Let $A,B\in\mathcal{M}_{m×n}(\mathbb{F})$ be rectangular matrices ($m\le n$) over an arbitrary field $\mathbb{F}$, such that $A$ is of full row rank. Moreover, $\require{enclose} \enclose{horizontalstrike}{AB^T}A^TB$ is a symmetric matrix. Prove that there exists a symmetric solution to the matrix equation $XA=B$, where $X\in\mathcal{M}_m(\mathbb{F})$.
I've been solving a problem in multilinear algebra and it reduced to this problem.
First of all note that the system indeed has solutions. To prove this note that $XA=B$ has solutions iff $xA=B_i$ has solutions for $x$ where $B_i$ is the $i$-th row of $B$. This is obviously equivalent to $A^Tx={B_i}^T$ having a solution. Now note that since $A$ is of full row rank, $Ax=b$ has solutions for all $b\in\mathbb{F}^m$. Hence there exist $x_i\in\mathbb{F}^n : Ax_i=e_i$. Also since $A^TB$ is symmetric, $A^TB=B^TA\implies A^TBx_i=B^TAx_i=B^Te_i=(B^T)^i$ where $(B^T)^i$ is the $i$-th column of $B^T$. Therefore $(B^T)^i=(B_i)^T\implies A^T(Bx_i)=(B_i)^T$ which proves the claim. Hence, the system has a solution. (namely $X_0$) Now note that being of full row rank implies existence of at least one right inverse for $A$. Therefore $X_0A=B\implies X_0=BA^+$ is a solution to the system, where $A^+$ denotes the right inverse of $A$. (which is well-known not to be necessarily unique)
Then, I was left to prove that $BA^+$ is symmetric. Although despite trying to tackle this claim numerous times, I've not succeeded in doing so. (actually I guess there would be counterexamples to it)
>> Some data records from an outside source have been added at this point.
impl Parser<'_> {
    fn look(&mut self, distance: usize) -> &Word {
        while self.ahead.len() <= distance {
            let token = self.lexer.next();
            self.ahead.push_back(token);
        }
        &self.ahead[distance].word
    }

    fn peek(&mut self) -> &Word {
        self.look(0)
    }

    /// Where the next word begins.
    fn here(&mut self) -> usize {
        self.look(0);
        self.ahead[0].span.start
    }

    fn take(&mut self) -> Token {
        let token = self.ahead.pop_front().unwrap_or_else(|| self.lexer.next());
        if token.word != Word::End {
            self.last_end = token.span.end;
        }
        token
    }

    fn fault(&mut self, offset: usize, fault: SyntaxFault) {
        self.lexer.faults.push(offset, fault);
    }

    /// Reports the next word unless it was reported as it was read.
    fn unexpected(&mut self, wanted: &'static str, remedy: Option<&str>) {
        let word = self.peek().clone();
        if word == Word::Faulty {
            return;
        }
        let offset = self.here();
        let remedy = self.missing_quote().or_else(|| remedy.map(str::to_owned));
        self.fault(offset, SyntaxFault::Unexpected { found: described(&word), wanted, remedy });
    }

    fn missing_quote(&mut self) -> Option<String> {
        let offset = self.long_text.take()?;
        let (line, _) = super::Lines::new(self.lexer.text).line_and_column(offset);
        Some(format!("perhaps the text that begins in line {line} lacks its closing quote"))
    }

    fn value(&mut self) -> Node {
        match self.peek() {
            Word::Open('(') => self.group(None),
            Word::Open('[') => self.list(),
            Word::Open(_) => {
                self.unexpected("a value", Some("write groups with round brackets and lists with square ones"));
                self.broken_group()
            }
            Word::Name(_) => {
                let token = self.take();
                self.value_from_name(token)
            }
            Word::Comma | Word::Close(_) | Word::End => {
                self.unexpected("a value", None);
                let at = self.here();
                Node { span: Span { start: at, end: at }, value: Value::Broken }
            }
            Word::Colon => {
                self.unexpected("a value", None);
                let span = self.take().span;
                Node { span, value: Value::Broken }
            }
            Word::Number(_) | Word::Text(_) | Word::Faulty => {
                let token = self.take();
                let value = match token.word {
                    Word::Number(number) => Value::Number(number),
                    Word::Text(text) => {
                        let written = token.span.start..token.span.end;
                        if self.lexer.text[written].contains('\n') {
                            self.long_text = Some(token.span.start);
                        }
                        Value::Text(text)
                    }
                    _ => Value::Broken,
                };
                Node { span: token.span, value }
            }
        }
    }

    /// A value whose first word, a name, was taken already.
    fn value_from_name(&mut self, token: Token) -> Node {
        let Word::Name(name) = token.word else {
            return Node { span: token.span, value: Value::Broken };
        };
        if *self.peek() == Word::Open('(') {
            return self.group(Some((name, token.span.start)));
        }
        let value = match name.as_str() {
            "true" => Value::Truth(true),
            "false" => Value::Truth(false),
            _ => Value::Name(name),
        };
        Node { span: token.span, value }
    }

    /// `(…)`: a struct if keys stand in it, a tuple if only values do.
    fn group(&mut self, name: Option<(String, usize)>) -> Node {
        let opening = self.here();
        if self.open.len() >= DEEPEST {
            self.fault(opening, SyntaxFault::TooDeep { most: DEEPEST });
            return self.broken_group();
        }
        self.take();
        self.open.push('(');
        let mut group = Group { fields: Vec::new(), items: Vec::new(), damaged: false };
        while self.goes_on(')', opening, &mut group.damaged) {
            self.group_member(&mut group);
            self.separator(&mut group.damaged, !group.fields.is_empty());
        }
        self.open.pop();
        let (name, start) = name.map_or((None, opening), |(name, start)| (Some(name), start));
        let span = Span { start, end: self.last_end };
        let value = if group.items.is_empty() || !group.fields.is_empty() {
            Value::Record(Record { name, fields: group.fields, damaged: group.damaged })
        } else {
            Value::Tuple { name, items: group.items }
        };
        Node { span, value }
    }

    fn group_member(&mut self, group: &mut Group) {
        let is_struct = !group.fields.is_empty();
        let begins_with_name = matches!(self.peek(), Word::Name(_));
        let has_key = begins_with_name
            && match self.look(1) {
                Word::Colon | Word::Number(_) | Word::Text(_) | Word::Name(_) | Word::Open('[') => true,
                Word::Open(_) => is_struct,
                _ => false,
            };
        if has_key {
            self.field(group);
        } else if is_struct {
            if begins_with_name {
                // The key is there, only its value is not: it is not to be called missing.
                group.damaged = true;
                self.take();
                self.unexpected("a colon and a value after the key", None);
            } else {
                let remedy = matches!(self.peek(), Word::Number(_)).then_some("write decimals with a point");
                self.unexpected("a key and a colon", remedy);
            }
            group.damaged |= self.skip_member();
        } else {
            let item = self.value();
            group.items.push(item);
        }
    }

    fn field(&mut self, group: &mut Group) {
        let token = self.take();
        if *self.peek() == Word::Colon {
            self.take();
        } else {
            self.unexpected("a colon after the key", None);
        }
        if group.fields.is_empty() && !group.items.is_empty() {
            let found = "a value without a key before this key".to_owned();
            let wanted = "key: value everywhere in one group";
            self.fault(token.span.start, SyntaxFault::Unexpected { found, wanted, remedy: None });
            group.damaged = true;
        }
        let value = self.value();
        if let Word::Name(key) = token.word {
            group.fields.push(Field { key, key_span: token.span, value });
        }
    }

    fn list(&mut self) -> Node {
        let opening = self.here();
        if self.open.len() >= DEEPEST {
            self.fault(opening, SyntaxFault::TooDeep { most: DEEPEST });
            return self.broken_group();
        }
        self.take();
        self.open.push('[');
        let mut items = Vec::new();
        let mut damaged = false;
        while self.goes_on(']', opening, &mut damaged) {
            items.push(self.value());
            self.separator(&mut damaged, false);
        }
        self.open.pop();
        if damaged {
            items.push(Node { span: Span { start: self.last_end, end: self.last_end }, value: Value::Broken });
        }
        Node { span: Span { start: opening, end: self.last_end }, value: Value::List(items) }
    }

    /// Whether one more member begins here; passes over the closing bracket and reports a missing one.
    fn goes_on(&mut self, closing: char, opening: usize, damaged: &mut bool) -> bool {
        loop {
            let word = self.peek().clone();
            match word {
                Word::Close(found) if found == closing => {
                    self.take();
                    return false;
                }
                Word::Close(found) if !self.open.contains(&opposite(found)) => {
                    self.unexpected("a bracket that was opened", None);
                    self.take();
                    *damaged = true;
                }
                Word::Close(_) | Word::End => {
                    *damaged = true;
                    // An unclosed string or a full list of faults says enough about the end of the text.
                    let said = self.lexer.faults.full
                        || self.lexer.faults.found.iter().any(|(_, fault)| {
                            matches!(fault, SyntaxFault::UnclosedText | SyntaxFault::UnclosedComment)
                        });
                    if !said {
                        self.fault(opening, SyntaxFault::UnclosedBracket { bracket: opposite(closing), closing });
                    }
                    return false;
                }
                Word::Comma => {
                    self.unexpected("one comma between two members", Some("remove it"));
                    self.take();
                }
                _ => return true,
            }
        }
    }

    /// Takes the comma after a member; reports and mends what stands there instead.
    fn separator(&mut self, damaged: &mut bool, in_struct: bool) {
        let word = self.peek().clone();
        match word {
            Word::Comma => {
                self.take();
                return;
            }
            Word::Close(_) | Word::End => return,
            Word::Name(_) if in_struct && *self.look(1) == Word::Colon => {
                self.unexpected("a comma before the next key", None);
                return;
            }
            Word::Name(_) if in_struct => {
                self.unexpected("a comma", Some("write a bare value: the unit is part of the key"));
            }
            Word::Faulty => {}
            _ if in_struct => self.unexpected("a comma", None),
            _ => {
                self.unexpected("a comma before the next value", None);
                return;
            }
        }
        *damaged |= self.skip_member();
        if *self.peek() == Word::Comma {
            self.take();
        }
    }

    /// Passes over words up to the comma or bracket that ends the present member; tells whether a key may be lost.
    fn skip_member(&mut self) -> bool {
        let mut depth = 0_usize;
        let mut lost_key = false;
        loop {
            match *self.peek() {
                Word::End => return true,
                Word::Comma | Word::Close(_) if depth == 0 => return lost_key,
                Word::Colon | Word::Faulty => lost_key = true,
                Word::Open(_) => depth += 1,
                Word::Close(_) => depth -= 1,
                _ => {}
            }
            self.take();
        }
    }

    /// Passes over a group that is not read, brackets and all.
    fn broken_group(&mut self) -> Node {
        let start = self.here();
        let mut depth = 0_usize;
        loop {
            match *self.peek() {
                Word::End => break,
                Word::Open(_) => depth += 1,
                Word::Close(_) => depth -= 1,
                _ => {}
            }
            self.take();
            if depth == 0 {
                break;
            }
        }
        Node { span: Span { start, end: self.last_end.max(start) }, value: Value::Broken }
    }
}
Another idea is to note that $XA=B\implies A^TX^T=B^T$. Hence, finding a symmetric solution to $XA=B$ is equivalent to finding simultaneous solutions to $XA=B, A^TX=B^T$. So I tried creating left, right inverses $A^+,{(A^T)}^-$ such that $({A^T})^-B^T=BA^+$ by noting that for any right inverse $A^+$: $$A^++[v\quad v\quad\dotsb\quad v] , \forall v\in \mathbf{ker}(A)$$ is also a right inverse of $A$, noting that $\mathbf{ker}(A)$ is non-empty due to rank-nullity theorem unless $m=n$. Though I failed with this approach as well.
By the way the original problem states that if $V$ is a vector space over some arbitrary field $\mathbb{F}$ and $\alpha_1,\dotsb,\alpha_m,\beta_1,\dotsb,\beta_m\in V^*$ are given such that the set $\{\alpha_1,\dotsb,\alpha_m\}$ is linearly independent and $\sum\alpha_i\wedge\beta_i=0$, then there exists a symmetric matrix $A\in\mathcal{M}_m(\mathbb{F})$ such that: $$\forall i\in[m]:\quad \beta_i=\displaystyle\sum_{j=1}^m a_{i,j}\alpha_j$$ Which I was able to transform to the current problem by simply considering the $\alpha_i$'s and $\beta_i$'s as linear combination of dual basis elements.
Any hint, new idea or partial solution would be much appreciated.
Thanks to the comment of a user, I spotted a typo in my problem statement and noted that the problem implies $A^TB$ to be symmetric, not $AB^T$. The problem statement is now edited. After noting this out, it's quite obvious. To prove that $BA^+$ is symmetric, note that since $A^TB$ is symmetric: $$A^TB=B^TA\implies(A^+)^TA^TB=(A^+)^TB^TA$$ Also note that $$AA^+=I\implies(A^+)^TA^T=I^T=I$$ So one can conclude: $$B=(A^+)^TB^TA\implies BA^+=(A^+)^TB^T=(BA^+)^T$$ Which wraps up the proof.